Placement New U on existing T object and Manipulating it is UB?

在此 link 中,存储重用 部分显示了以下示例。

void x()
{
    long long n; // automatic, trivial
    new (&n) double(3.14); // reuse with a different type okay
} // okay

,其中一个答案包含此代码。

void f(float* buffer, std::size_t buffer_size_in_bytes)
{
    double* d = new (buffer)double[buffer_size_in_bytes / sizeof(double)];

    // we have started the lifetime of the doubles.
    // "d" is a new pointer pointing to the first double object in the array.        
    // now you can use "d" as a double buffer for your calculations
    // you are not allowed to access any object through the "buffer" pointer anymore since the // floats are "destroyed"       
    d[0] = 1.;
    // do some work here on/with the doubles...

    // ...
}

以上都是尝试在现有对象上执行placement new another type,第二个代码是操作新对象。

但是,the first link说的是下面的话

If a new object is created at the address that was occupied by another object, then all pointers, references, and the name of the original object will automatically refer to the new object and, once the lifetime of the new object begins, can be used to manipulate the new object, but only if the original object is transparently replaceable by the new object.

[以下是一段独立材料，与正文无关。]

// oscillator (lattice path integral of the harmonic oscillator) against exact lattice results.
// Tolerance: SIGMA (4) binning standard errors (helpers.ts).
import { describe, expect, it } from "vitest";
import { SIGMA, binned, pull, runCore, type Estimate } from "./helpers";

/**
 * Exact lattice ⟨x²⟩. Derivation: S = Σ_i a[(m/2)((x_{i+1}−x_i)/a)² + (mω²/2)x_i²] = ½ xᵀAx with
 * A = (m/a)(2 − shift − shift⁻¹) + a m ω². A is circulant, diagonal in Fourier modes
 * e^{2πiki/N} with eigenvalues (m/a)(2 − 2cos(2πk/N)) + a m ω² = m a (4/a² sin²(πk/N) + ω²).
 * For the Gaussian weight e^{−S}, ⟨x_i²⟩ = (A⁻¹)_ii, the same for every i by translation
 * invariance, = (1/N) tr A⁻¹ = (1/N) Σ_k 1/(m a (4/a² sin²(πk/N) + ω²)).
 */
function exactX2(N: number, a: number, m: number, omega: number): number {
  let s = 0;
  for (let k = 0; k < N; k++) s += 1 / (m * a * ((4 / (a * a)) * Math.sin((Math.PI * k) / N) ** 2 + omega * omega));
  return s / N;
}

/**
 * Closed form (Creutz & Freedman 1981; recalled from memory, cross-checked below against
 * the mode sum): ⟨x²⟩ = (1 + R^N) / ((1 − R^N) · 2mω√(1 + a²ω²/4)),
 * R = 1 + a²ω²/2 − aω√(1 + a²ω²/4).
 */
function creutzFreedmanX2(N: number, a: number, m: number, omega: number): number {
  const q = Math.sqrt(1 + (a * a * omega * omega) / 4);
  const R = 1 + (a * a * omega * omega) / 2 - a * omega * q;
  return (1 + R ** N) / (1 - R ** N) / (2 * m * omega * q);
}

function check(est: Estimate, exact: number, what: string) {
  const msg = `${what}: measured ${est.mean.toFixed(5)} ± ${est.err.toExponential(2)} (tau ${est.tau.toFixed(1)}), exact ${exact.toFixed(5)}, pull ${pull(est, exact).toFixed(2)}`;
  console.log(msg);
  expect(Math.abs(est.mean - exact), msg).toBeLessThan(SIGMA * est.err);
}

describe("oscillator exact references", () => {
  it.each([
    [20, 1, 1, 1],
    [40, 0.5, 1, 1],
    [10, 0.3, 2, 1.5],
    [7, 2, 1, 0.7],
  ])("mode sum equals the Creutz–Freedman (1981) closed form, N=%i a=%f m=%f ω=%f", (N, a, m, w) => {
    expect(Math.abs(exactX2(N, a, m, w) / creutzFreedmanX2(N, a, m, w) - 1)).toBeLessThan(1e-12);
  });
});

describe("oscillator Metropolis vs exact lattice ⟨x²⟩ (two lattice spacings)", () => {
  it.each([
    { N: 20, a: 1, m: 1, omega: 1, step: 2.0, hits: 1, tau: 5 },
    { N: 40, a: 0.5, m: 1, omega: 1, step: 1.2, hits: 2, tau: 8 },
    { N: 16, a: 0.5, m: 2, omega: 1.5, step: 0.8, hits: 1, tau: 5 },
  ])("N=$N a=$a m=$m ω=$omega: ⟨x²⟩ and action per site", ({ tau, ...params }) => {
    const s = runCore("oscillator", params, { seed: `${params.N * 100 + params.a * 10}`, thermalization: 2000, measurements: 100_000 });
    check(binned(s.x2, tau), exactX2(params.N, params.a, params.m, params.omega), "x2");
    // Equipartition: a Gaussian action ½xᵀAx in N variables has ⟨S⟩ = N/2, so ⟨S/N⟩ = 1/2 exactly.
    check(binned(s.action, tau), 0.5, "action per site (equipartition)");
    const acc = s.acceptance.reduce((x, y) => x + y, 0) / s.acceptance.length;
    expect(acc).toBeGreaterThan(0.2);
    expect(acc).toBeLessThan(0.9);
  });
});

describe("oscillator virial ground-state energy E0 = mω²⟨x²⟩ → 1/2 as a → 0 (ħ = m = ω = 1)", () => {
  // Long lattices, N·a = 20: excited states are suppressed by e^{−20}, so the remaining
  // deviation from 1/2 is the O(a²) lattice artefact, exactly ½/√(1+a²/4) − ½ for N·a → ∞.
  it("approaches 1/2 as a shrinks, matching the exact lattice value at each a", () => {
    const runs = [
      { a: 1, step: 2.0, hits: 1, tau: 5 },
      { a: 0.5, step: 1.2, hits: 2, tau: 8 },
      { a: 0.25, step: 0.9, hits: 3, tau: 15 },
    ].map(({ a, step, hits, tau }) => {
      const N = Math.round(20 / a);
      const s = runCore("oscillator", { N, a, m: 1, omega: 1, step, hits }, { seed: `90${N}`, thermalization: 5000, measurements: 100_000 });
      const est = binned(s.x2, tau); // E0 = mω²⟨x²⟩ = ⟨x²⟩ here
      check(est, exactX2(N, a, 1, 1), `E0 at a=${a}`);
      return { a, est };
    });
    const [coarse, , fine] = runs;
    // At a=1 the lattice artefact (≈ −0.053) is resolved; at a=0.25 the gap is far smaller.
    expect(0.5 - coarse.est.mean).toBeGreaterThan(SIGMA * coarse.est.err + 0.03);
    const gapDiff = 0.5 - coarse.est.mean - Math.abs(0.5 - fine.est.mean);
    expect(gapDiff).toBeGreaterThan(SIGMA * Math.hypot(coarse.est.err, fine.est.err));
    expect(Math.abs(fine.est.mean - 0.5)).toBeLessThan(0.25 ** 2 / 16 + SIGMA * fine.est.err);
  });
});
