// Names inside an upload become paths on our disk only through this check.
import path from "node:path";
import { AppError } from "@/lib/errors";

/**
 * The relative path an archive entry (or a multipart file name) may be written to under `root`,
 * or an AppError("invalid") naming the entry: no absolute paths (POSIX, Windows drive or UNC),
 * no backslashes, no NUL, no `..` segment, nothing that resolves outside `root`.
 */
export function safeEntryPath(root: string, name: string, where: string): string {
  const refuse = (why: string) => new AppError("invalid", `${where}: entry ${JSON.stringify(name)} ${why}`, { file: where, entry: name });
  if (name.length === 0) throw refuse("has an empty name");
  if (name.includes("\0")) throw refuse("contains a NUL byte");
  if (name.includes("\\")) throw refuse("contains a backslash (not a portable path)");
  if (name.startsWith("/") || /^[A-Za-z]:/.test(name)) throw refuse("is an absolute path; only paths relative to the archive are allowed");
  const parts = name.split("/").filter((p) => p !== "" && p !== ".");
  if (parts.includes("..")) throw refuse("contains '..': it would escape the folder it is unpacked into");
  if (parts.length === 0) throw refuse("names no file");
  const rel = parts.join("/");
  const full = path.resolve(root, rel);
  // Belt and braces: the segment check above already rules this out.
  if (!full.startsWith(path.resolve(root) + path.sep)) throw refuse("resolves outside the upload folder");
  return rel;
}
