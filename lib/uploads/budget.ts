// What an upload may still unpack: files and bytes, shared by every archive and loose file in it.
import { Transform, type TransformCallback } from "node:stream";
import { AppError } from "@/lib/errors";
import { formatBytes, type UploadLimits } from "./limits";

/** A running count of files and unpacked bytes against the upload's limits. */
export class UnpackBudget {
  files = 0;
  bytes = 0;
  constructor(readonly limits: UploadLimits) {}

  /** Count one more file (refused beyond maxFiles). */
  addFile(where: string): void {
    this.files += 1;
    if (this.files > this.limits.maxFiles) {
      throw new AppError("too_large", `${where}: the upload holds more than ${this.limits.maxFiles} files (the limit per upload)`, { file: where, limit: this.limits.maxFiles });
    }
  }

  /** Reserve `n` declared bytes before unpacking them (refused beyond maxUnpackedBytes). */
  declare(n: number, where: string): void {
    if (this.bytes + n > this.limits.maxUnpackedBytes) {
      throw new AppError("too_large", `${where}: declares ${formatBytes(n)}, more than the ${formatBytes(this.limits.maxUnpackedBytes)} an upload may unpack to`, { file: where, limit: this.limits.maxUnpackedBytes });
    }
  }

  /**
   * A pass-through stream that counts the bytes actually unpacked for one entry and fails as
   * soon as they exceed what the entry declared or what the upload may still hold — the guard
   * against archives whose headers lie about sizes.
   */
  meter(where: string, declared: number | null): Transform {
    let seen = 0;
    return new Transform({
      transform: (chunk: Buffer, _enc: BufferEncoding, done: TransformCallback) => {
        seen += chunk.length;
        this.bytes += chunk.length;
        if (declared !== null && seen > declared) {
          return done(new AppError("invalid", `${where}: unpacks to more than the ${declared} bytes its header declares (a corrupt archive or a zip bomb)`, { file: where }));
        }
        if (this.bytes > this.limits.maxUnpackedBytes) {
          return done(new AppError("too_large", `${where}: the upload unpacks to more than ${formatBytes(this.limits.maxUnpackedBytes)} (the limit per upload)`, { file: where, limit: this.limits.maxUnpackedBytes }));
        }
        done(null, chunk);
      },
    });
  }
}
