import "server-only";
// Where an uploaded run lives: per group and sampler one "archive" ensemble, a point per parameter set, a run per bundle.
import crypto from "node:crypto";
import { QueryTypes, type Transaction } from "sequelize";
import { modelsFor } from "@/lib/db/models-for";
import { recordRunsCreated } from "@/lib/runs/transition-run";
import type { Manifest } from "@/lib/importer/manifest-schema";
import type { Sampler } from "@/models";

/** The rows made for one uploaded bundle. */
export type ArchiveRun = { ensembleId: string; pointId: string; runId: string };

/**
 * Find or create, in `transaction`, the group's archive ensemble for the manifest's sampler and
 * the point with the manifest's params, then create the run (source "upload", state done, seed
 * from the manifest). A transaction-scoped advisory lock per (group, sampler) serialises
 * concurrent uploads, so there is one archive ensemble and replica numbers do not collide.
 */
export async function createArchiveRun(
  input: { groupId: string; ownerId: string; sampler: Sampler; manifest: Manifest }, transaction: Transaction,
): Promise<ArchiveRun> {
  const m = modelsFor(transaction);
  const { groupId, sampler, manifest } = input;
  await m.sequelize.query(`SELECT pg_advisory_xact_lock(hashtextextended($1, 0))`, { bind: [`ergodex.archive:${groupId}:${sampler.id}`], transaction });

  const spec = { format: "ergodex.archive/1", sampler: { name: sampler.name, version: sampler.version }, groupId };
  const specHash = crypto.createHash("sha256").update(JSON.stringify(spec)).digest("hex");
  let ensemble = await m.Ensemble.findOne({ where: { groupId, samplerId: sampler.id, specHash, allocationId: null, clusterId: null }, transaction });
  ensemble ??= await m.Ensemble.create({
    name: `Uploaded ${sampler.name} ${sampler.version} runs`,
    description: "Runs done outside Ergodex, brought in as uploaded result bundles.",
    ownerId: input.ownerId, groupId, samplerId: sampler.id, allocationId: null, clusterId: null,
    spec, specHash, masterSeed: "0", tags: ["uploaded"], state: "done",
  }, { transaction });

  const [found] = await m.sequelize.query<{ id: string }>(
    `SELECT id FROM parameter_points WHERE ensemble_id = $1 AND params = $2::jsonb LIMIT 1`,
    { bind: [ensemble.id, JSON.stringify(manifest.params)], type: QueryTypes.SELECT, transaction },
  );
  let pointId = found?.id;
  if (!pointId) {
    const [{ next }] = await m.sequelize.query<{ next: number }>(
      `SELECT coalesce(max(point_index) + 1, 0)::int AS next FROM parameter_points WHERE ensemble_id = $1`, { bind: [ensemble.id], type: QueryTypes.SELECT, transaction });
    pointId = (await m.ParameterPoint.create({ ensembleId: ensemble.id, pointIndex: next, params: manifest.params }, { transaction })).id;
  }
  const [{ replica }] = await m.sequelize.query<{ replica: number }>(
    `SELECT coalesce(max(replica) + 1, 0)::int AS replica FROM runs WHERE point_id = $1`, { bind: [pointId], type: QueryTypes.SELECT, transaction });
  const run = await m.Run.create({
    ensembleId: ensemble.id, pointId, replica, seed: manifest.seed, state: "done", source: "upload",
    startedAt: new Date(manifest.startedAt), finishedAt: new Date(manifest.finishedAt), exitCode: manifest.exitStatus,
    progress: 1, host: manifest.host,
  }, { transaction });
  await recordRunsCreated([run], { transaction, cause: "upload", actorId: input.ownerId, detail: { manifestRunId: manifest.runId } });
  return { ensembleId: ensemble.id, pointId, runId: run.id };
}
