import "server-only";
// POST /api/v1/imports end to end: receive, unpack safely, find bundles, deposit each; the upload's folder is always removed.
import fs from "node:fs";
import path from "node:path";
import type { AuditSource } from "@/lib/audit/record-audit";
import type { Identity } from "@/lib/auth/identity";
import { AppError } from "@/lib/errors";
import { UnpackBudget } from "./budget";
import { depositBundle, type BundleOutcome, type BundleStage } from "./deposit-bundle";
import { findBundles, listFiles } from "./find-bundles";
import { uploadLimits, type UploadLimits } from "./limits";
import { makeUploadRoot, receiveUpload, type ReceivedFile } from "./receive-upload";
import { resolveUploadGroup } from "./upload-group";
import { looksLikeArchive, sniffKind } from "./sniff";
import { unpackTar } from "./unpack-tar";
import { unpackZip } from "./unpack-zip";

/** The answer to one upload: an outcome per bundle (or per archive that could not be unpacked) and the counts. */
export type UploadResult = { groupId: string; bundles: BundleOutcome[]; accepted: number; alreadyImported: number; refused: number };

/** What the upload is doing, reported once per step (POST /api/v1/imports streams these as NDJSON lines). */
export type UploadProgress =
  | { type: "received"; bytes: number; bundles: number; refusedEarly: number }
  | { type: "bundle"; index: number; total: number; bundle: string; stage: BundleStage }
  | { type: "outcome"; index: number; total: number; outcome: BundleOutcome };

/** A received, unpacked upload whose bundles are found but not yet deposited; `deposit` runs them and removes the folder. */
export type PreparedUpload = { groupId: string; bundles: number; deposit: (onProgress?: (p: UploadProgress) => void) => Promise<UploadResult>; discard: () => void };

/** Receive the upload in `req` as `who` and deposit every bundle in it (see docs/uploads.md). */
export async function depositUpload(req: Request, who: Identity, audit: AuditSource, limits: UploadLimits = uploadLimits(),
  onProgress?: (p: UploadProgress) => void): Promise<UploadResult> {
  return (await prepareUpload(req, who, audit, limits)).deposit(onProgress);
}

/**
 * Receive, unpack and find the bundles (every upload-level refusal — size, type, group, empty — is
 * thrown here, before any answer has started), leaving the deposits to `deposit`.
 */
export async function prepareUpload(req: Request, who: Identity, audit: AuditSource, limits: UploadLimits = uploadLimits()): Promise<PreparedUpload> {
  const root = makeUploadRoot(limits);
  const discard = () => fs.rmSync(root, { recursive: true, force: true });
  try {
    const received = await receiveUpload(req, root, limits);
    const receivedBytes = received.files.reduce((a, f) => a + f.bytes, 0);
    if (received.files.length === 0) throw new AppError("invalid", "the upload is empty: send the files of a result bundle, or one .zip or .tar.gz of bundles");
    const groupId = await resolveUploadGroup(who, received.fields.group ?? new URL(req.url).searchParams.get("group"));
    const bundles: BundleOutcome[] = [];
    const budget = new UnpackBudget(limits);
    const loose: ReceivedFile[] = [];
    const sources: { dir: string; prefix: string | null }[] = [];
    for (const [k, f] of received.files.entries()) {
      const kind = sniffKind(f.file);
      if (kind === "other") {
        if (f.bytes === 0 && looksLikeArchive(f.name)) { bundles.push(refusedUpload(f.name, `${f.name}: is empty (0 bytes)`)); continue; }
        if (looksLikeArchive(f.name) || received.files.length === 1 && !received.multipart) {
          bundles.push(refusedUpload(f.name, `${f.name}: is not a .zip or .tar.gz archive (its first bytes are neither a zip nor a gzip header)`));
          continue;
        }
        loose.push(f);
        continue;
      }
      const target = path.join(root, "unpacked", String(k));
      fs.mkdirSync(target, { recursive: true });
      try {
        if (kind === "zip") await unpackZip(f.file, f.name, target, budget);
        else await unpackTar(f.file, f.name, target, budget, kind === "gzip");
        sources.push({ dir: target, prefix: f.name });
      } catch (err) {
        if (!(err instanceof AppError)) throw err;
        bundles.push(refusedUpload(f.name, err.message));
      } finally {
        fs.rmSync(f.file, { force: true });
      }
    }
    if (loose.length > 0) {
      const dir = path.join(root, "files");
      for (const f of loose) {
        budget.addFile(`upload: ${f.name}`);
        budget.declare(f.bytes, `upload: ${f.name}`);
        budget.bytes += f.bytes;
        const out = path.join(dir, f.name);
        if (fs.existsSync(out)) throw new AppError("invalid", `upload: ${f.name} is sent twice`, { file: f.name });
        fs.mkdirSync(path.dirname(out), { recursive: true });
        fs.renameSync(f.file, out);
      }
      sources.push({ dir, prefix: null });
    }
    const work: { dir: string; label: string; names: string[] }[] = [];
    for (const source of sources) {
      const found = findBundles(source.dir);
      if (found.length === 0 && source.prefix) bundles.push(refusedUpload(source.prefix, `${source.prefix}: holds no files`));
      for (const b of found) {
        const names = listFiles(b.dir).map((n) => joinName(source.prefix, b.rel, n));
        work.push({ dir: b.dir, label: source.prefix ? `${source.prefix}:${b.rel || "."}` : b.rel || "uploaded files", names });
      }
    }
    const early = bundles.length;
    const total = early + work.length;
    const deposit = async (onProgress: (p: UploadProgress) => void = () => {}): Promise<UploadResult> => {
      try {
        onProgress({ type: "received", bytes: receivedBytes, bundles: total, refusedEarly: early });
        for (const [i, o] of bundles.entries()) onProgress({ type: "outcome", index: i, total, outcome: o });
        for (const [k, w] of work.entries()) {
          const index = early + k;
          const outcome = await depositBundle({ dir: w.dir, label: w.label, originalNames: w.names, groupId, uploaderId: who.userId, audit,
            onStage: (stage) => onProgress({ type: "bundle", index, total, bundle: w.label, stage }) });
          bundles.push(outcome);
          onProgress({ type: "outcome", index, total, outcome });
        }
        const count = (st: BundleOutcome["status"]) => bundles.filter((b) => b.status === st).length;
        return { groupId, bundles, accepted: count("accepted"), alreadyImported: count("already-imported"), refused: count("refused") };
      } finally {
        discard();
      }
    };
    return { groupId, bundles: total, deposit, discard };
  } catch (err) {
    discard();
    throw err;
  }
}

/** An archive (or file) refused before any bundle in it was looked at: nothing was recorded. */
function refusedUpload(name: string, reason: string): BundleOutcome {
  return { bundle: name, status: "refused", reason, importId: null, file: name };
}

const joinName = (prefix: string | null, rel: string, name: string) => {
  const inner = rel ? `${rel}/${name}` : name;
  return prefix ? `${prefix}:${inner}` : inner;
};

Object x is transparently replaceable by object y if:

  • the storage for y exactly overlays the storage location which x occupied
  • y is of the same type as x (ignoring the top-level cv-qualifiers)

根据强调句,第二个例子是undefined behavior,因为新对象类型和旧对象类型不一样,d[0] = 1.;操作新对象
但是,没有人在评论中指出这个问题..所以我很困惑。

  1. 第一个示例是否定义了行为,因为它只是执行新的放置?
  2. 第二个例子是不是因为UB所以错了?

我是不是误会了什么..?

两个例子都是合法的。

“透明可替换性”仅在您想使用指向旧对象的指针访问新对象而不需要 std::launder 时才重要。

但你没有那样做。您正在使用 placement-new 返回的指针(不是指向旧对象的指针)操作新对象,它永远不需要 std::launder.